Lyon Phillips called for places, and the conversation ended. The curtain rose on a capacity house, and again the play was well received.

Abe Rothstein stood in the wings with Shirley watching the rising climax of the final third-act scene between the Cardinal and the Communist, played by Malcolm Dennis.

Moisture glazed the bald man's eyes as, without turning to Shirley, he asked, "Is he really as bad off as they think, Miss Grant?"

"Yes," she said softly. "I'm afraid so."

"It doesn't seem possible! We've been together for nearly thirty years! He's like a brother to me."

"Doing this show has been a wonderful thing for his morale," Shirley told the producer. "It is very good of you to take the chance you have. Not many managements would have been so understanding."

Rothstein's eyes never left the stage. "With Oliver, it was no chance. He's never let anyone down."

Onstage, the star gave his last line and after a second's pause the curtain fell to the usual roar of applause. Shirley and Rothstein stood together watching the cast take curtain after curtain, ending with Oliver Craft standing alone before the enthusiastic audience.

"He's the last of them," Rothstein said reverently. "The last of the really great ones."

Shirley felt that the producer was right.

It was an unseasonably cold November in New York, and Shirley made the purchase of a smart mink-trimmed coat. Little Charles Victor hadn't worn his Australian fur model as yet, but he had arrived at the Belasco Theater many times, cold and shivering, in his winter cloth coat. Oliver Craft and Shirley were in a suite at the Algonquin Hotel, just a block from the theater on Forty-fourth Street.

Hugh Deering and some of the other members of the cast had rooms at the Royalton Hotel, also on Forty-fourth Street, and opposite the Algonquin. Joy Milland had an apartment uptown and Charles Victor rented a room somewhere in Greenwich Village.

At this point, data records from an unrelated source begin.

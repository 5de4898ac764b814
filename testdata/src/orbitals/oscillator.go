package orbitals

import "math"

// hermiteH evaluates the physicists' Hermite polynomial H_n(x).
func hermiteH(n int, x float64) float64 {
	if n == 0 {
		return 1
	}
	h0, h1 := 1.0, 2*x
	for k := 1; k < n; k++ {
		h0, h1 = h1, 2*x*h1-2*float64(k)*h0
	}
	return h1
}

// HermiteNorm is the normalisation 1/sqrt(2^n n! √π) of the nth
// harmonic-oscillator eigenfunction in natural units.
func HermiteNorm(n int) float64 { // want HermiteNorm:`wrong for n ≥ 151`
	return 1 / math.Sqrt(math.Pow(2, float64(n))*factorial(n)*math.Sqrt(math.Pi)) // want `product of factorials and powers under math\.Sqrt in float64: the intermediate 2\^n·n! overflows to \+Inf first, at n = 151 on that line of inputs, while the square root the code keeps still fits`
}

// OscillatorPsi is the nth eigenfunction ψ_n(x) of the quantum harmonic
// oscillator, written as the textbook product.
func OscillatorPsi(n int, x float64) float64 { // want OscillatorPsi:`wrong for n ≥ 151`
	return HermiteNorm(n) * hermiteH(n, x) * math.Exp(-x*x/2) // want `OscillatorPsi builds its result from HermiteNorm\(n\), which is wrong from n = 151`
}

// OscillatorPsiStable evaluates ψ_n(x) by the normalised three-term
// recurrence. Outside |x| <= 30 it returns NaN.
func OscillatorPsiStable(n int, x float64) float64 {
	if n < 0 || math.Abs(x) > 30 {
		return math.NaN()
	}
	psi0 := math.Pow(math.Pi, -0.25) * math.Exp(-x*x/2)
	if n == 0 {
		return psi0
	}
	psi1 := math.Sqrt2 * x * psi0
	for k := 1; k < n; k++ {
		next := math.Sqrt(2/float64(k+1))*x*psi1 - math.Sqrt(float64(k)/float64(k+1))*psi0
		psi0, psi1 = psi1, next
	}
	return psi1
}

// Atom is a hydrogen-like atom of nuclear charge Z.
type Atom struct {
	Z       int
	Rydberg float64 // energy unit, eV
}

// Energy is the level energy −Z²R/n².
func (a Atom) Energy(n int) float64 {
	z := float64(a.Z)
	return -z * z * a.Rydberg / float64(n*n)
}

// RadialNorm is the normalisation of the radial function R_nl in Bohr
// radii: sqrt((2Z/n)³ (n−l−1)! / (2n (n+l)!)).
func (a Atom) RadialNorm(n, l int) float64 { // want RadialNorm:`wrong for some n or some l`
	rho := 2 * float64(a.Z) / float64(n)
	return math.Sqrt(rho * rho * rho * factorial(n-l-1) / (2 * float64(n) * factorial(n+l))) // want `ratio of factorials in float64: the divisor \(n \+ l\)! overflows to \+Inf for n \+ l ≥ 171, no later than`
}
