package staffing

// shiftOrders counts the orders in which the morning team of at most
// eight agents can take the first calls: a bounded loop whose product
// never exceeds 8! = 40320.
func shiftOrders(team int) int {
	if team > 8 {
		team = 8
	}
	orders := 1
	for i := 2; i <= team; i++ {
		orders *= i
	}
	return orders
}

// RotaCount is the number of rotas for the weekend pair of teams.
func RotaCount() int {
	return shiftOrders(4) * shiftOrders(4)
}
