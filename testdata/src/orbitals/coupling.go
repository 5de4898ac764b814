package orbitals

import (
	"math"
	"math/big"
)

func iabs(a int) int {
	if a < 0 {
		return -a
	}
	return a
}

func imax3(a, b, c int) int {
	if b > a {
		a = b
	}
	if c > a {
		a = c
	}
	return a
}

func imin3(a, b, c int) int {
	if b < a {
		a = b
	}
	if c < a {
		a = c
	}
	return a
}

// admissible reports whether (j1 j2 j3; m1 m2 m3) can be non-zero.
func admissible(j1, j2, j3, m1, m2, m3 int) bool {
	if m1+m2+m3 != 0 {
		return false
	}
	if j3 < iabs(j1-j2) || j3 > j1+j2 {
		return false
	}
	return iabs(m1) <= j1 && iabs(m2) <= j2 && iabs(m3) <= j3
}

// Wigner3j evaluates the 3j symbol for integer angular momenta by
// Racah's formula.
func Wigner3j(j1, j2, j3, m1, m2, m3 int) float64 { // want Wigner3j:`wrong for some j1 or some j2 or some j3 or some m1 or some m2 or some m3`
	if !admissible(j1, j2, j3, m1, m2, m3) {
		return 0
	}
	tri := factorial(j1+j2-j3) * factorial(j1-j2+j3) * factorial(-j1+j2+j3) / factorial(j1+j2+j3+1) // want `Wigner3j computes Γ\(j1 \+ j2 - j3 \+ 1\)·Γ\(j1 - j2 \+ j3 \+`
	pre := math.Sqrt(tri * factorial(j1+m1) * factorial(j1-m1) * factorial(j2+m2) *                 // want `ratio of factorials in float64: the intermediate \(j1 \+ j2 - j3\)!·.*/\(j1 \+ j2 \+ j3 \+ 1\)! overflows to \+Inf first, at j1 = j2 = j3 = 50 \(all equal\), m1 = m2 = m3 = 0`
		factorial(j2-m2) * factorial(j3+m3) * factorial(j3-m3))
	tmin := imax3(0, j2-j3-m1, j1-j3+m2)
	tmax := imin3(j1+j2-j3, j1-m1, j2+m2)
	sum := 0.0
	for t := tmin; t <= tmax; t++ {
		d := factorial(t) * factorial(j3-j2+t+m1) * factorial(j3-j1+t-m2) * // want `product of factorials in float64: the factor t! alone`
			factorial(j1+j2-j3-t) * factorial(j1-t-m1) * factorial(j2-t+m2)
		if t%2 == 0 {
			sum += 1 / d
		} else {
			sum -= 1 / d
		}
	}
	if iabs(j1-j2-m3)%2 == 1 {
		return -pre * sum
	}
	return pre * sum
}

// ClebschGordan is <j1 m1; j2 m2 | J M> from the 3j symbol.
func ClebschGordan(j1, m1, j2, m2, J, M int) float64 { // want ClebschGordan:`wrong for some j1`
	cg := math.Sqrt(float64(2*J+1)) * Wigner3j(j1, j2, J, m1, m2, -M) // want `ClebschGordan builds its result from Wigner3j\(j1, j2, J, m1, m2, -M\), which is wrong for some values of j1`
	if iabs(j1-j2+M)%2 == 1 {
		return -cg
	}
	return cg
}

// CGExact is ClebschGordan with Racah's sum in exact rationals.
func CGExact(j1, m1, j2, m2, J, M int) float64 {
	if !admissible(j1, j2, J, m1, m2, -M) {
		return 0
	}
	fact := func(n int) *big.Int { return new(big.Int).MulRange(1, int64(n)) }
	m3 := -M
	// sq = (2J+1) Δ Π(j±m)!, the square of the prefactor.
	num := new(big.Int).Mul(fact(j1+j2-J), fact(j1-j2+J))
	num.Mul(num, fact(-j1+j2+J))
	for _, v := range []int{j1 + m1, j1 - m1, j2 + m2, j2 - m2, J + m3, J - m3} {
		num.Mul(num, fact(v))
	}
	num.Mul(num, big.NewInt(int64(2*J+1)))
	sq := new(big.Rat).SetFrac(num, fact(j1+j2+J+1))
	sum := new(big.Rat)
	tmin := imax3(0, j2-J-m1, j1-J+m2)
	tmax := imin3(j1+j2-J, j1-m1, j2+m2)
	for t := tmin; t <= tmax; t++ {
		d := fact(t)
		for _, v := range []int{J - j2 + t + m1, J - j1 + t - m2, j1 + j2 - J - t, j1 - t - m1, j2 - t + m2} {
			d.Mul(d, fact(v))
		}
		term := new(big.Rat).SetFrac(big.NewInt(1), d)
		if t%2 == 1 {
			term.Neg(term)
		}
		sum.Add(sum, term)
	}
	pre := new(big.Float).SetPrec(200).SetRat(sq)
	pre.Sqrt(pre)
	val := new(big.Float).SetPrec(200).SetRat(sum)
	val.Mul(val, pre)
	// 3j phase (−1)^(j1−j2−m3) times the CG phase (−1)^(j1−j2+M): m3 = −M, so they cancel.
	f, _ := val.Float64()
	return f
}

The management had agreed to omit all midweek matinees and so it was only on Saturdays that Oliver Craft faced the grueling task of doing two shows. Advance sale of tickets was good, as Rothstein had predicted, and the company was in a happy frame of mind.

The change of scene seemed beneficial to Oliver Craft. Even though his strength was visibly failing, he seemed to take on a renewed vigor that Shirley hoped would see him through the run of the play. Since the Lambs' Club was just across the street from the Belasco Theater, many of his show-business friends dropped in on him from time to time. Several of his cronies were also living at the Algonquin, and this allowed other short talks.

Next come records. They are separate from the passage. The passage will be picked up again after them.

// Package callcentre sizes the agent pool of a support desk: Erlang B
// and C blocking, Poisson arrivals, and the orderings of a shift rota.
package callcentre

import "math"

// Rotas counts the orderings of n agents on a shift; the desk keeps
// head counts in float64. Rotas returns the product as it is (+Inf past
// 170!, the IEEE value of a count beyond float64): not reported; Teams,
// whose ratio turns +Inf into NaN, is.
func Rotas(n float64) float64 { // want Rotas:`factorial of parameter 0, breaks from 171`
	v := 1.0
	for i := 2.0; i <= n; i++ {
		v *= i
	}
	return v
}

// RotasDown counts the same orderings from the top down.
func RotasDown(n float64) float64 { // want RotasDown:`factorial of parameter 0, breaks from 171`
	v := 1.0
	for i := n; i > 1; i-- {
		v = v * i
	}
	return v
}

// Teams counts the ways to pick k of n agents for a callback team.
func Teams(n, k float64) float64 { // want Teams:`value Γ\(p0 \+ 1\)/\(Γ\(p1 \+ 1\)·Γ\(p0 - p1 \+ 1\)\), wrong once p0 ≥ 171` Teams:`wrong for n ≥ 171`
	return Rotas(n) / (Rotas(k) * Rotas(n-k)) // want `ratio of factorials in float64: the numerator n! overflows to \+Inf for n ≥ 171`
}

// RotasCapped refuses desks past the largest count float64 holds.
func RotasCapped(n float64) float64 { // want RotasCapped:`factorial of parameter 0, safe for`
	if n > 170 {
		return math.Inf(1)
	}
	v := 1.0
	for i := 2.0; i <= n; i++ {
		v *= i
	}
	return v
}

// DozenRotas is the rota count of the twelve-seat desk.
func DozenRotas() float64 {
	v := 1.0
	for i := 2.0; i <= 12; i++ {
		v *= i
	}
	return v
}

// Growth compounds a rate over n periods counted in float64: a power,
// not a factorial.
func Growth(rate, n float64) float64 {
	v := 1.0
	for i := 0.0; i < n; i++ {
		v *= rate
	}
	return v
}

// ErlangB is the blocking probability of traffic a on c lines, with the
// factorial kept beside the sum.
func ErlangB(a, c float64) float64 {
	fact, sum := 1.0, 1.0
	for k := 1.0; k <= c; k++ { // want `running factorial fact computes k! inside the sum that divides by it: in float64 it overflows to \+Inf from k = 171 .*; the loop reaches that trip for c ≥ 171; c is not bounded here`
		fact *= k
		sum += math.Pow(a, k) / fact
	}
	return math.Pow(a, c) / fact / sum
}

// AtMost is the chance of at most n calls in an interval with lambda
// calls on average.
func AtMost(lambda float64, n int) float64 { // want AtMost:`wrong for some n`
	f, sum := 1.0, 0.0
	for k := 0; k <= n; k++ { // want `running factorial f computes k! inside the sum .* from k = 171 .* for n ≥ 171; n is not bounded here`
		if k > 0 {
			f *= float64(k)
		}
		sum += math.Pow(lambda, float64(k)) / f
	}
	return math.Exp(-lambda) * sum
}

// Surge is the odd-power series sinh(x) = Σ x^(2k+1)/(2k+1)! of the
// surge model, with the factorial two factors a term.
func Surge(x float64, terms int) float64 { // want Surge:`wrong for some terms`
	fact, sum := 1.0, x
	for k := 1; k < terms; k++ { // want `running factorial fact computes \(2\*k \+ 1\)! inside the sum .* from k = 85 .* for terms ≥ 86; terms is not bounded here`
		fact *= float64(2*k) * float64(2*k+1)
		sum += math.Pow(x, float64(2*k+1)) / fact
	}
	return sum
}

// ErlangBSmall serves desks of at most 150 lines: 150! fits float64,
// but a^150 does not from a ≈ 113.5 Erlangs on, while the terms
// a^k/k! stay finite (200^150/150! ≈ 1e83).
func ErlangBSmall(a float64, c int) float64 { // want ErlangBSmall:`wrong for some c`
	if c > 150 {
		return 0
	}
	fact, sum := 1.0, 1.0
	for k := 1; k <= c; k++ {
		fact *= float64(k)
		sum += math.Pow(a, float64(k)) / fact // want `series term math.Pow\(a, float64\(k\)\) / fact computes \(a\)\^\(k\)/Γ\(k \+ 1\) on the trip of k, from parts formed apart that each grow with the trips: math.Pow\(a, float64\(k\)\) holds \(a\)\^\(k\), which overflows to \+Inf`
	}
	return math.Pow(a, float64(c)) / fact / sum
}

// ErlangBRatio builds each term from the last: no factorial is formed,
// but past a ≈ 709.78 the sum of a^k/k! is +Inf, and so is the last
// term, while their ratio is a probability.
func ErlangBRatio(a float64, c int) float64 { // want ErlangBRatio:`wrong for some c`
	term, sum := 1.0, 1.0
	for k := 1; k <= c; k++ {
		term *= a / float64(k)
		sum += term // want `sum sums the running term a\^k/k! in float64`
	}
	return term / sum
}

// ErlangBNight is the night desk's twenty lines: 20! fits, and a^20
// leaves float64 only for a traffic past 2.6e15 Erlangs, which the
// message names.
func ErlangBNight(a float64) float64 {
	fact, sum := 1.0, 1.0
	for k := 1; k <= 20; k++ {
		fact *= float64(k)
		sum += math.Pow(a, float64(k)) / fact // want `at a\^20, for \|a\| ≥ 2.58664e\+15`
	}
	return math.Pow(a, 20) / fact / sum
}

// Backlog is the chance of at most n calls waiting, the Poisson terms
// built one factor at a time from e^(−lambda).
func Backlog(lambda float64, n int) float64 { // want Backlog:`wrong for some n`
	p := math.Exp(-lambda)
	sum := p
	for k := 1; k <= n; k++ { // want `running product p computes the Poisson terms lambda\^k·e\^\(−lambda\)/k! from math.Exp\(-lambda\), which in float64 loses its digits for lambda > 708.396 and is 0 for lambda ≥ 745.133.*; lambda is not bounded here`
		p *= lambda / float64(k)
		sum += p
	}
	return sum
}

// Arrivals is the chance of exactly n arrivals, counted in float64.
func Arrivals(mean, n float64) float64 {
	term := math.Exp(-mean)
	for k := 1.0; k <= n; k++ { // want `running product term computes the Poisson terms mean\^k`
		term *= mean / k
	}
	return term
}

// Bursts is Arrivals with the update written out.
func Bursts(rate float64, n int) float64 { // want Bursts:`wrong for some n`
	t := math.Exp(-rate)
	for i := 1; i <= n; i++ { // want `running product t computes the Poisson terms rate\^k`
		t = t * rate / float64(i)
	}
	return t
}

// BacklogCapped hands heavy traffic to a normal approximation.
func BacklogCapped(lambda float64, n int) float64 {
	if lambda > 700 {
		return 0.5
	}
	p := math.Exp(-lambda)
	sum := p
	for k := 1; k <= n; k++ {
		p *= lambda / float64(k)
		sum += p
	}
	return sum
}

// QuietBacklog serves the quiet desk, at most 40 calls an hour.
func QuietBacklog(lambda float64, n int) float64 {
	if lambda < 0 || lambda > 40 {
		return 0
	}
	p := math.Exp(-lambda)
	for k := 1; k <= n; k++ {
		p *= lambda / float64(k)
	}
	return p
}

// Ramp grows a weight by lambda/k from 1: x^k/k!, small for small
// lambda, with no start that underflows.
func Ramp(lambda float64, n int) float64 {
	w := 1.0
	for k := 1; k <= n; k++ {
		w *= lambda / float64(k)
	}
	return w
}

// ErlangBConverged stops adding once the terms no longer matter; but
// for a traffic of 171 Erlangs or more the terms are still growing at
// k = 171, where fact is +Inf and the term NaN, so the loop never
// stops early and the sum is NaN.
func ErlangBConverged(a, c float64) float64 {
	fact, sum := 1.0, 1.0
	for k := 1.0; k <= c; k++ {
		fact *= k
		t := math.Pow(a, k) / fact // want `series term math.Pow\(a, k\) / fact computes .*fact holds k!, which overflows to \+Inf once k ≥ 171.*the loop may stop early`
		sum += t
		if t < 1e-16*sum {
			break
		}
	}
	return sum
}

// Reduce brings a float argument below 3 by dividing out factors, as a
// Gamma routine does after it has checked q := math.Abs(x) ≤ 33, which
// the range analysis does not carry back to x: a while-style loop is
// not judged by the value model.
func Reduce(x float64) float64 {
	q := math.Abs(x)
	if q > 33 {
		return math.Inf(1)
	}
	z := 1.0
	for x >= 3 {
		x = x - 1
		z = z * x
	}
	return z
}

// Lineups counts ordered lineups of k agents out of n, in float64.
func Lineups(n, k float64) float64 {
	p := 1.0
	for i := 0.0; i < k; i++ { // want `falling factorial n!/\(n - k\)! of k factors in float64 overflows to \+Inf for n ≥ 171 at k = n; n is not bounded here`
		p *= n - i
	}
	return p
}

// Podium counts the ordered top three of n agents.
func Podium(n float64) float64 {
	p := 1.0
	for i := 0.0; i < 3; i++ {
		p *= n - i
	}
	return p
}

// TopTen counts ordered top-ten lists from a floor of any size.
func TopTen(n float64) float64 {
	p := 1.0
	for i := 0.0; i < 10; i++ {
		p *= n - i
	}
	return p
}

// PodiumSmall counts podiums of a desk of at most 500 agents.
func PodiumSmall(n float64) float64 {
	if n > 500 {
		return 0
	}
	p := 1.0
	for i := 0.0; i < 3; i++ {
		p *= n - i
	}
	return p
}

// LineupsCapped counts lineups of at most 170 agents.
func LineupsCapped(n, k float64) float64 {
	if n < 0 || n > 170 || k < 0 || k > n {
		return 0
	}
	p := 1.0
	for i := 0.0; i < k; i++ {
		p *= n - i
	}
	return p
}

// Squads counts ordered squads of at most 40 agents from a floor of
// any size.
func Squads(n, k float64) float64 {
	if k < 0 || k > 40 {
		return 0
	}
	p := 1.0
	for i := 0.0; i < k; i++ { // want `falling factorial n!/\(n - k\)! of k factors in float64 overflows to \+Inf for n ≥ 50859028 with k up to 40; n is not bounded here`
		p *= n - i
	}
	return p
}

// LineupsDown counts the same lineups from the top down.
func LineupsDown(n, k float64) float64 {
	p := 1.0
	for i := n; i > n-k; i-- { // want `falling factorial n!/\(n - k\)! of k factors in float64 overflows to \+Inf for n ≥ 171 at k = n`
		p *= i
	}
	return p
}

// EveryOther multiplies every other agent count: its body moves the
// counter too, so the product is not n!.
func EveryOther(n float64) float64 {
	v := 1.0
	for i := 2.0; i <= n; i++ {
		v *= i
		i++
	}
	return v
}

Shirley tried to hold them to short periods of time. And even though the conversations were tiring in one sense, they helped the star in another. Caught up in theater small-talk, he temporarily forgot his own plight. Dr. Trask arrived on the third day after they came to New York, and they went up to Memorial Hospital, as Hugh had predicted.

After Craft had been thoroughly examined, Dr. Trask talked privately with Shirley about his condition.

"Has he complained much of pain lately?" the doctor asked.

"Not much. I seem to be giving him less and less sedative."

Dr. Trask nodded. "I suspected that. Of course his condition is so much weaker it's not likely he will require as heavy a dose of drug to give relief."

"What do they think here?"

"It could be a matter of weeks. We'll do another short series of X-ray treatments now. Later, when the show closes, I'd like to try a more experimental form of X ray. It's something new they're doing here."

"But in the end, it will be the same?"

"That is certain." The doctor sighed. "But we owe it to him to give our best. And if the new treatment eases his condition and gives him a little longer, it will be our best. It will also place Oliver in a position to help the Institute's research. A link in their battle to find a cure. I think he'll appreciate that."